Below is some data. Retype exactly the lines starting at the one with "1 mM, fmol/um^3." and ending at the one with "of the bath's".

· · · · · · ·

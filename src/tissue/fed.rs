//! How large a body can be before food does not reach all of its cells.

use rand::SeedableRng;
use rand_xoshiro::Xoshiro256PlusPlus;

use super::development::GrowthRules;
use super::graph::BodyGraph;
use super::layout::{Layout, shell_graph};
use super::plan::Plan;
use super::steady::SteadySolver;

/// Seed of the body that stands for all: its growth is random where its plan is.
const SEED: u64 = 1;

/// Cells of the largest body of up to `most` cells none of whose cells has an income, untaxed, below
/// upkeep; 0 if a single cell starves. None where even `most` cells are all fed.
///
/// The body is the plan's typical one: sites in order of distance for `clump`, the line for `chain`, one
/// that grew at random for `tree`, the adult's sphere for `shell` (which grows as a clump, so that some
/// of its cells may be hungry on the way). Found by doubling, then by bisection: where hunger comes and
/// goes with single cells, it is one of the sizes at which it comes.
#[must_use]
pub fn largest_fed_cells(rules: &GrowthRules, most: usize) -> Option<usize> {
    let mut measure = Ruler::of(rules, most);
    let (mut fed, mut hungry) = (0, 1);
    while measure.all_fed(hungry) {
        if hungry == most {
            return None;
        }
        (fed, hungry) = (hungry, most.min(2 * hungry));
    }
    while hungry - fed > 1 {
        let middle = usize::midpoint(fed, hungry);
        if measure.all_fed(middle) {
            fed = middle;
        } else {
            hungry = middle;
        }
    }
    Some(fed)
}

/// Measures bodies of growing size.
struct Ruler<'a> {
    rules: &'a GrowthRules,
    layout: Layout,
    solver: SteadySolver,
    u: Vec<f64>,
    w: Vec<f64>,
    most: usize,
}

impl<'a> Ruler<'a> {
    fn of(rules: &'a GrowthRules, most: usize) -> Self {
        Self {
            rules,
            layout: Layout::of(rules.plan, most),
            solver: SteadySolver::default(),
            u: vec![1.0; most],
            w: vec![0.0; most],
            most,
        }
    }

    /// Whether no cell of the body of `cells` cells is hungry.
    fn all_fed(&mut self, cells: usize) -> bool {
        debug_assert!(cells <= self.most, "a body of {cells} cells");
        let graph = self.body(cells);
        let mut incomes = vec![1.0; cells];
        let fields = [&mut self.u[..cells], &mut self.w[..cells]];
        self.solver.incomes(&graph, &self.rules.fields, fields, &mut incomes);
        let GrowthRules { income_eu_per_h, upkeep_eu_per_h, .. } = self.rules;
        incomes.iter().all(|income| income * income_eu_per_h >= *upkeep_eu_per_h)
    }

    /// Founders alone make the body of each plan but the shell.
    fn body(&mut self, cells: usize) -> BodyGraph {
        if self.rules.plan == Plan::Shell {
            return shell_graph(cells);
        }
        let mut graph = BodyGraph::with_capacity(cells);
        self.layout.found(cells, &mut Xoshiro256PlusPlus::seed_from_u64(SEED));
        self.layout.describe(&mut graph);
        graph
    }
}
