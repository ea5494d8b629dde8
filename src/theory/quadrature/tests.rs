//! Rules against exact probabilities, moments and textbook nodes.

#![expect(clippy::cast_sign_loss, clippy::cast_possible_wrap, reason = "small whole numbers")]

use approx::assert_relative_eq;
use statrs::distribution::{Binomial, Discrete, Hypergeometric};

use super::*;

fn expectation(rule: &Rule, f: impl Fn(f64) -> f64) -> f64 {
    rule.nodes.iter().zip(&rule.weights).map(|(node, weight)| weight * f(*node)).sum()
}

#[test]
fn binomial_probabilities_are_those_of_the_distribution() {
    for (trials, p) in [(1, 0.5), (8, 0.3), (64, 0.018), (64, 0.982), (300, 0.5)] {
        let rule = Rule::binomial(trials, p);
        let exact = Binomial::new(p, trials).expect("legal");
        for (node, weight) in rule.nodes.iter().zip(&rule.weights) {
            assert_relative_eq!(*weight, exact.pmf(*node as u64), max_relative = 1e-10);
        }
        assert_relative_eq!(expectation(&rule, |_| 1.0), 1.0, max_relative = 1e-14);
    }
    assert_eq!(Rule::binomial(5, 0.5).nodes, [0.0, 1.0, 2.0, 3.0, 4.0, 5.0]);
}

#[test]
fn hypergeometric_probabilities_are_those_of_the_distribution() {
    for (items, marked, draws) in [(8, 4, 3), (64, 32, 28), (64, 32, 63), (2, 1, 1), (10, 5, 10)] {
        let rule = Rule::hypergeometric(items, marked, draws);
        let exact = Hypergeometric::new(items, marked, draws).expect("legal");
        for (node, weight) in rule.nodes.iter().zip(&rule.weights) {
            assert_relative_eq!(*weight, exact.pmf(*node as u64), max_relative = 1e-10);
        }
        let mean = (draws * marked) as f64 / items as f64;
        assert_relative_eq!(expectation(&rule, |k| k), mean, max_relative = 1e-13);
    }
}

/// Nodes of the 3-point Gauss rule for the standard normal limit are 0 and +-sqrt(3); those of a
/// symmetric binomial have the same form with its own fourth moment.
#[test]
fn gauss_rules_have_the_moments_of_the_distribution() {
    for (trials, p, size) in [(10, 0.5, 4), (64, 0.3, 8), (500, 0.1, 12), (4000, 0.5, 24)] {
        let exact = Rule::binomial(trials, p);
        let (mean, sd) = (trials as f64 * p, (trials as f64 * p * (1.0 - p)).sqrt());
        for rule in
            [Rule::gauss_binomial(trials as f64, p, size), exact.clone().thinned(size.min(12))]
        {
            // Moments of higher order feel the tails that the list of values leaves out.
            for power in 0..(2 * size as i32).min(14) {
                let moment = |rule: &Rule| expectation(rule, |k| ((k - mean) / sd).powi(power));
                let scale = expectation(&exact, |k| ((k - mean) / sd).abs().powi(power));
                assert!(
                    (moment(&rule) - moment(&exact)).abs() < 1e-10 * scale,
                    "moment {power} of {trials} {p} {size}: {} {}",
                    moment(&rule),
                    moment(&exact)
                );
            }
        }
    }
}

#[test]
fn a_gauss_rule_with_a_node_per_value_is_the_distribution() {
    let (gauss, exact) = (Rule::gauss_binomial(6.0, 0.3, 7), Rule::binomial(6, 0.3));
    for k in 0..7 {
        assert!((gauss.nodes[k] - exact.nodes[k]).abs() < 1e-12);
        assert!((gauss.weights[k] - exact.weights[k]).abs() < 1e-13);
    }
}

#[test]
fn every_combination_is_visited_with_its_probability() {
    let rules = [Rule::binomial(2, 0.5), Rule::certain(7.0), Rule::binomial(1, 0.25)];
    let (mut visits, mut total, mut mean) = (0, 0.0, 0.0);
    for_each_combination(&rules, |values, weight| {
        visits += 1;
        total += weight;
        mean += weight * values[0] * values[1] * values[2];
    });
    assert_eq!(visits, 6);
    assert_relative_eq!(total, 1.0, max_relative = 1e-14);
    assert_relative_eq!(mean, 1.0 * 7.0 * 0.25, max_relative = 1e-14);
}
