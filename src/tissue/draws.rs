//! Random draws, the same on every machine.

use rand::{Rng, RngExt};

/// A standard normal deviate by the polar method (Marsaglia & Bray 1964, SIAM Review 6:260).
pub fn standard_normal(rng: &mut impl Rng) -> f64 {
    loop {
        let [x, y] = [(); 2].map(|()| 2.0 * rng.random::<f64>() - 1.0);
        let square = x * x + y * y;
        if square < 1.0 && square > 0.0 {
            return x * (-2.0 * libm::log(square) / square).sqrt();
        }
    }
}

#[cfg(test)]
mod tests {
    use rand::SeedableRng;
    use rand_xoshiro::Xoshiro256PlusPlus;

    use super::*;

    #[test]
    fn deviates_have_the_moments_and_the_tails_of_the_normal_distribution() {
        // 200,000 draws; 4.9 standard errors (false alarm about 1e-6 each).
        let mut rng = Xoshiro256PlusPlus::seed_from_u64(8);
        let draws: Vec<f64> = (0..200_000).map(|_| standard_normal(&mut rng)).collect();
        let mean = |of: &dyn Fn(f64) -> f64| draws.iter().map(|x| of(*x)).sum::<f64>() / 2e5;
        // Of x, x^2 and x^4 the variances are 1, 2 and 96.
        for (found, expected, variance) in [
            (mean(&|x| x), 0.0, 1.0),
            (mean(&|x| x * x), 1.0, 2.0),
            (mean(&|x| x.powi(4)), 3.0, 96.0),
            (mean(&|x| f64::from(u8::from(x > 1.959_963_984_540_054))), 0.025, 0.025 * 0.975),
        ] {
            let error = (variance / 2e5_f64).sqrt();
            assert!((found - expected).abs() < 4.9 * error, "{found} for {expected}");
        }
    }
}
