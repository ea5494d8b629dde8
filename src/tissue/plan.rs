//! Body plans: how a daughter cell is placed.

use super::lattice::compact_radius_um;
use super::layout::shell_radius_diameters;

/// How a daughter cell is placed.
#[derive(Debug, Clone, Copy, PartialEq, Eq)]
pub enum Plan {
    /// Next to its mother, pushing cells towards the vacant site nearest the body's centre: the body
    /// stays compact.
    Clump,
    /// Next to its mother in a line, shifting the rest: every cell is surface.
    Chain,
    /// Only on an empty neighbour site of its mother; a mother without one cannot divide.
    Tree,
    /// Compact growth; at adulthood the cells lie on the lattice sites nearest a sphere's surface:
    /// every cell is surface.
    Shell,
}

/// Typical radius of a body of `cells` cells, um: of the ball of the body's volume for `clump` and
/// `tree`, half the length for `chain`, and of the sphere on which the cells lie for `shell`,
/// `d sqrt(n sqrt(3) / (8 pi))`.
#[must_use]
pub fn plan_radius_um(plan: Plan, cells: usize, cell_diameter_um: f64) -> f64 {
    match plan {
        Plan::Clump | Plan::Tree => compact_radius_um(cells, cell_diameter_um),
        Plan::Chain => cells as f64 * cell_diameter_um / 2.0,
        Plan::Shell => shell_radius_diameters(cells) * cell_diameter_um,
    }
}
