//! The face-centred cubic lattice around a body's centre.
//!
//! Sites are integer triples with an even sum; a site's 12 nearest neighbours differ by +-1 in two
//! coordinates, so that the nearest-neighbour distance d is `sqrt(2)` coordinate units and
//! `distance^2 = (x^2 + y^2 + z^2) / 2` in units of d^2 (Conway & Sloane, Sphere Packings, Lattices
//! and Groups).

use std::f64::consts::{PI, SQRT_2};

/// Coordinate differences of the 12 nearest neighbours of a site.
pub const NEIGHBOURS: [[i32; 3]; 12] = [
    [1, 1, 0],
    [1, -1, 0],
    [-1, 1, 0],
    [-1, -1, 0],
    [1, 0, 1],
    [1, 0, -1],
    [-1, 0, 1],
    [-1, 0, -1],
    [0, 1, 1],
    [0, 1, -1],
    [0, -1, 1],
    [0, -1, -1],
];

/// Sites kept free around the largest body, so that a neighbour of a cell is always on the grid.
const MARGIN: i32 = 2;

/// The lattice sites that a body of limited size can touch, each known by its place on a cubic grid.
#[derive(Debug, Clone)]
pub struct Lattice {
    side: i32,
    /// Places in order of distance from the centre, whole shells only.
    order: Vec<u32>,
    /// Ends of the shells (sites of equal distance) within `order`.
    shell_ends: Vec<usize>,
    coordinates: Vec<[i8; 3]>,
    neighbour_steps: [i32; 12],
}

impl Lattice {
    /// The lattice around the centre of a body of up to `cells` >= 1 cells.
    ///
    /// # Panics
    /// When the body is so large that a coordinate passes 127 (over 4 million cells).
    #[must_use]
    pub fn around(cells: usize) -> Self {
        let (shells, reach) = whole_shells(cells.max(1));
        let side = 2 * (reach + MARGIN) + 1;
        assert!(reach + MARGIN <= i32::from(i8::MAX), "a body of {cells} cells is off the grid");
        let place = |[x, y, z]: [i32; 3]| {
            let half = reach + MARGIN;
            ((x + half) + side * ((y + half) + side * (z + half))).unsigned_abs()
        };
        let order = shells.iter().flatten().map(|site| place(*site)).collect();
        let shell_ends = shells
            .iter()
            .scan(0, |end, shell| {
                *end += shell.len();
                Some(*end)
            })
            .collect();
        Self {
            side,
            order,
            shell_ends,
            coordinates: grid_coordinates(reach + MARGIN),
            neighbour_steps: NEIGHBOURS.map(|[x, y, z]| x + side * (y + side * z)),
        }
    }

    /// Places in order of distance from the centre; the sites of one shell are in lexical order.
    #[must_use]
    pub fn order(&self) -> &[u32] {
        &self.order
    }

    /// Ends of the shells of equal distance within [`Self::order`].
    #[must_use]
    pub fn shell_ends(&self) -> &[usize] {
        &self.shell_ends
    }

    /// Number of places of the grid, occupied or not.
    #[must_use]
    pub fn grid_len(&self) -> usize {
        self.coordinates.len()
    }

    /// Lattice coordinates of a place (coordinate units of `d / sqrt(2)`).
    #[must_use]
    pub fn coordinates(&self, place: u32) -> [i8; 3] {
        self.coordinates[place as usize]
    }

    /// Position of a place relative to the body's centre, um.
    #[must_use]
    pub fn position_um(&self, place: u32, cell_diameter_um: f64) -> [f64; 3] {
        site_position_um(self.coordinates(place).map(i32::from), cell_diameter_um)
    }

    /// The 12 places next to `place`.
    pub fn neighbours(&self, place: u32) -> impl Iterator<Item = u32> {
        self.neighbour_steps.iter().map(move |step| place.wrapping_add_signed(*step))
    }

    /// The neighbour of `place` in direction `turn` of [`NEIGHBOURS`].
    #[must_use]
    pub fn neighbour(&self, place: u32, turn: usize) -> u32 {
        place.wrapping_add_signed(self.neighbour_steps[turn])
    }

    /// Distance of two places in steps from neighbour to neighbour, were the lattice empty.
    pub(super) fn steps_between(&self, from: u32, to: u32) -> i32 {
        let (a, b) = (self.coordinates(from), self.coordinates(to));
        let legs = [0, 1, 2].map(|axis| (i32::from(a[axis]) - i32::from(b[axis])).abs());
        let total: i32 = legs.iter().sum();
        legs.into_iter().fold(total / 2, i32::max)
    }

    /// The largest difference of a coordinate between two sites of a body.
    pub(super) const fn span(&self) -> usize {
        (self.side - 1 - 2 * MARGIN).unsigned_abs() as usize
    }

    /// Places along an edge of the grid.
    pub(super) const fn side(&self) -> i32 {
        self.side
    }

    /// Difference of grid places per unit step along each axis.
    pub(super) const fn strides(&self) -> [i32; 3] {
        [1, self.side, self.side * self.side]
    }
}

/// Whole shells around the centre until they hold `cells` sites, and the largest coordinate in them.
fn whole_shells(cells: usize) -> (Vec<Vec<[i32; 3]>>, i32) {
    let mut reach = 1;
    loop {
        // Within a cube of half-width `reach`, shells up to distance^2 = reach^2 are complete.
        let mut sites = Vec::new();
        for x in -reach..=reach {
            for y in -reach..=reach {
                for z in -reach..=reach {
                    let square = x * x + y * y + z * z;
                    if (x + y + z) % 2 == 0 && square <= reach * reach {
                        sites.push((square, [x, y, z]));
                    }
                }
            }
        }
        if sites.len() >= cells {
            sites.sort_unstable();
            return cut_into_shells(&sites, cells);
        }
        reach += 1;
    }
}

fn cut_into_shells(sites: &[(i32, [i32; 3])], cells: usize) -> (Vec<Vec<[i32; 3]>>, i32) {
    let mut shells: Vec<Vec<[i32; 3]>> = Vec::new();
    let mut held = 0;
    for shell in sites.chunk_by(|a, b| a.0 == b.0) {
        if held >= cells {
            break;
        }
        held += shell.len();
        shells.push(shell.iter().map(|(_, site)| *site).collect());
    }
    let reach = shells.iter().flatten().flatten().map(|c| c.abs()).max().unwrap_or(0);
    (shells, reach)
}

fn grid_coordinates(half: i32) -> Vec<[i8; 3]> {
    let axis = || (-half..=half).map(|c| i8::try_from(c).unwrap_or(i8::MAX));
    axis().flat_map(|z| axis().flat_map(move |y| axis().map(move |x| [x, y, z]))).collect()
}

/// Position of the site with those coordinates, um; a coordinate unit is `d / sqrt(2)`.
#[must_use]
pub fn site_position_um(site: [i32; 3], cell_diameter_um: f64) -> [f64; 3] {
    site.map(|c| f64::from(c) * cell_diameter_um / SQRT_2)
}

/// Radius of the ball whose volume is that of `cells` lattice sites, um.
///
/// A site takes `d^3 / sqrt(2)`, so `R = (3 n d^3 / (4 pi sqrt(2)))^(1/3)`.
#[must_use]
pub fn compact_radius_um(cells: usize, cell_diameter_um: f64) -> f64 {
    libm::cbrt(3.0 * cells as f64 / (4.0 * PI * SQRT_2)) * cell_diameter_um
}

#[cfg(test)]
mod tests {
    use super::*;

    #[test]
    fn every_site_of_a_body_has_its_twelve_neighbours_at_distance_one() {
        let lattice = Lattice::around(200);
        for &place in lattice.order() {
            let here = lattice.coordinates(place).map(i32::from);
            let mut count = 0;
            for next in lattice.neighbours(place) {
                let there = lattice.coordinates(next).map(i32::from);
                let square: i32 = here.iter().zip(there).map(|(a, b)| (a - b) * (a - b)).sum();
                assert_eq!(square, 2);
                count += 1;
            }
            assert_eq!(count, 12);
        }
    }

    #[test]
    fn a_ball_of_one_cell_volume_is_packed_to_pi_over_sqrt_18() {
        // Volume of a cell's own ball over the volume of its site: pi / sqrt(18).
        let site_radius = compact_radius_um(1, 10.0);
        let packing = (5.0 / site_radius).powi(3);
        approx::assert_relative_eq!(packing, PI / 18f64.sqrt(), max_relative = 1e-14);
    }
}
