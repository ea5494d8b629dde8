//! Fields of a body in the units that the solver wants: conductances of a bond between touching cells
//! are 1, concentrations are relative.
//!
//! On the lattice `D lap c = D / (2 d^2) sum_12 (c_j - c_i)`, so that a cell, whose site has the volume
//! `d^3 / sqrt(2)`, exchanges `G (c_j - c_i)` with each neighbour, `G = D d / (2 sqrt(2))`. An empty
//! neighbour site stands for the bath with conductance `exchange * G`.

use std::f64::consts::SQRT_2;

/// Amount per volume in 1 mM, fmol/um^3.
const FMOL_PER_UM3_IN_MM: f64 = 1e-3;
/// Seconds in an hour.
const SECONDS_PER_H: f64 = 3600.0;

/// Conductance of the bond between two touching cells, fmol/h per mM of difference:
/// `G = D d / (2 sqrt(2))`, D in um^2/s, d in um.
#[must_use]
pub const fn bond_conductance(diffusivity_um2_per_s: f64, diameter_um: f64) -> f64 {
    diffusivity_um2_per_s * SECONDS_PER_H * diameter_um / (2.0 * SQRT_2) * FMOL_PER_UM3_IN_MM
}

/// Nutrient that cells take up by Michaelis-Menten kinetics; concentration u relative to the bath's.
///
/// Steady state: `sum_j (u_i - u_j) + exchange * open_i (u_i - 1) + demand u_i / (kappa + u_i) = 0`.
#[derive(Debug, Clone, Copy, PartialEq)]
pub struct Nutrient {
    /// Uptake of a cell at saturation over what a bond conducts at a difference of the bath's
    /// concentration, `q_max / (G c_bath)`.
    pub demand: f64,
    /// Half-saturation concentration over the bath's, `K / c_bath`.
    pub kappa: f64,
    /// Conductance to an empty neighbour site that the bath reaches, relative to a bond's.
    pub exchange: f64,
}

impl Nutrient {
    /// Income of a cell at relative concentration `u`, relative to one bathed directly:
    /// `(u / (kappa + u)) (1 + kappa)`.
    #[must_use]
    pub fn income(&self, u: f64) -> f64 {
        u / (self.kappa + u) * (1.0 + self.kappa)
    }
}

/// Waste that cells release in proportion to their income; concentration w relative to the toxic one.
///
/// Steady state: `sum_j (w_i - w_j) + exchange * open_i w_i - release e_i = 0` with the income
/// `e_i = f_i / (1 + w_i)`, where `f_i` is what the cell would earn without waste, relative to e0.
#[derive(Debug, Clone, Copy, PartialEq)]
pub struct Waste {
    /// Release at full income over what a bond conducts at a difference of the toxic concentration.
    pub release: f64,
    /// Conductance to an empty neighbour site that the bath reaches, relative to a bond's.
    pub exchange: f64,
}

/// Support shared by local transport of the viability task's product.
///
/// Steady state of `lambda^2 lap S - S + v = 0`: with `a = lambda^2 / 2` (lambda in cell diameters),
/// `a sum_j (S_i - S_j) + a leak open_i S_i + S_i = v_i`.
#[derive(Debug, Clone, Copy, PartialEq)]
pub struct Sharing {
    /// Range lambda, cell diameters; 0: no sharing.
    pub range_diameters: f64,
    /// Share of the exchange at empty neighbour sites that is lost; 0: a sealed body.
    pub leak: f64,
}

/// What decides the incomes of a body's cells; without either, every cell is fully fed.
#[derive(Debug, Clone, Copy, PartialEq, Default)]
pub struct Fields {
    /// What cells take up.
    pub nutrient: Option<Nutrient>,
    /// What they release.
    pub waste: Option<Waste>,
}

impl Fields {
    /// Whether incomes can differ between cells.
    #[must_use]
    pub const fn act(&self) -> bool {
        self.nutrient.is_some() || self.waste.is_some()
    }
}
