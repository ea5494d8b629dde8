//! A body as sites of a lattice: its geometry, how it grows, which of its cells lie at the surface.
//!
//! Nothing here knows of genotypes or of the ECS.

mod development;
mod draws;
mod exposure;
mod fed;
pub mod fields;
mod graph;
mod growth;
mod lattice;
mod layout;
mod placement;
mod plan;
mod route;
mod steady;

pub use development::{Developer, Development, Ending, GrowthRules};
pub use draws::standard_normal;
pub use exposure::ExposureMap;
pub use fed::largest_fed_cells;
pub use fields::{Fields, Nutrient, Sharing, Waste};
pub use graph::{BodyGraph, SITES_AROUND};
pub use growth::{Arrangement, Growth, Pace};
pub use lattice::{Lattice, NEIGHBOURS, compact_radius_um, site_position_um};
pub use layout::plan_radius_um;
pub use plan::Plan;
pub use steady::SteadySolver;

#[cfg(test)]
mod tests;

· · · · · · ·

== SOLUTION FOR THIS PROBLEM ==
/// Amount per volume in 1 mM, fmol/um^3.
const FMOL_PER_UM3_IN_MM: f64 = 1e-3;
/// Seconds in an hour.
const SECONDS_PER_H: f64 = 3600.0;

/// Conductance of the bond between two touching cells, fmol/h per mM of difference:
/// `G = D d / (2 sqrt(2))`, D in um^2/s, d in um.
#[must_use]
pub const fn bond_conductance(diffusivity_um2_per_s: f64, diameter_um: f64) -> f64 {
    diffusivity_um2_per_s * SECONDS_PER_H * diameter_um / (2.0 * SQRT_2) * FMOL_PER_UM3_IN_MM
}

/// Nutrient that cells take up by Michaelis-Menten kinetics; concentration u relative to the bath's.
///
/// Steady state: `sum_j (u_i - u_j) + exchange * open_i (u_i - 1) + demand u_i / (kappa + u_i) = 0`.
#[derive(Debug, Clone, Copy, PartialEq)]
pub struct Nutrient {
    /// Uptake of a cell at saturation over what a bond conducts at a difference of the bath's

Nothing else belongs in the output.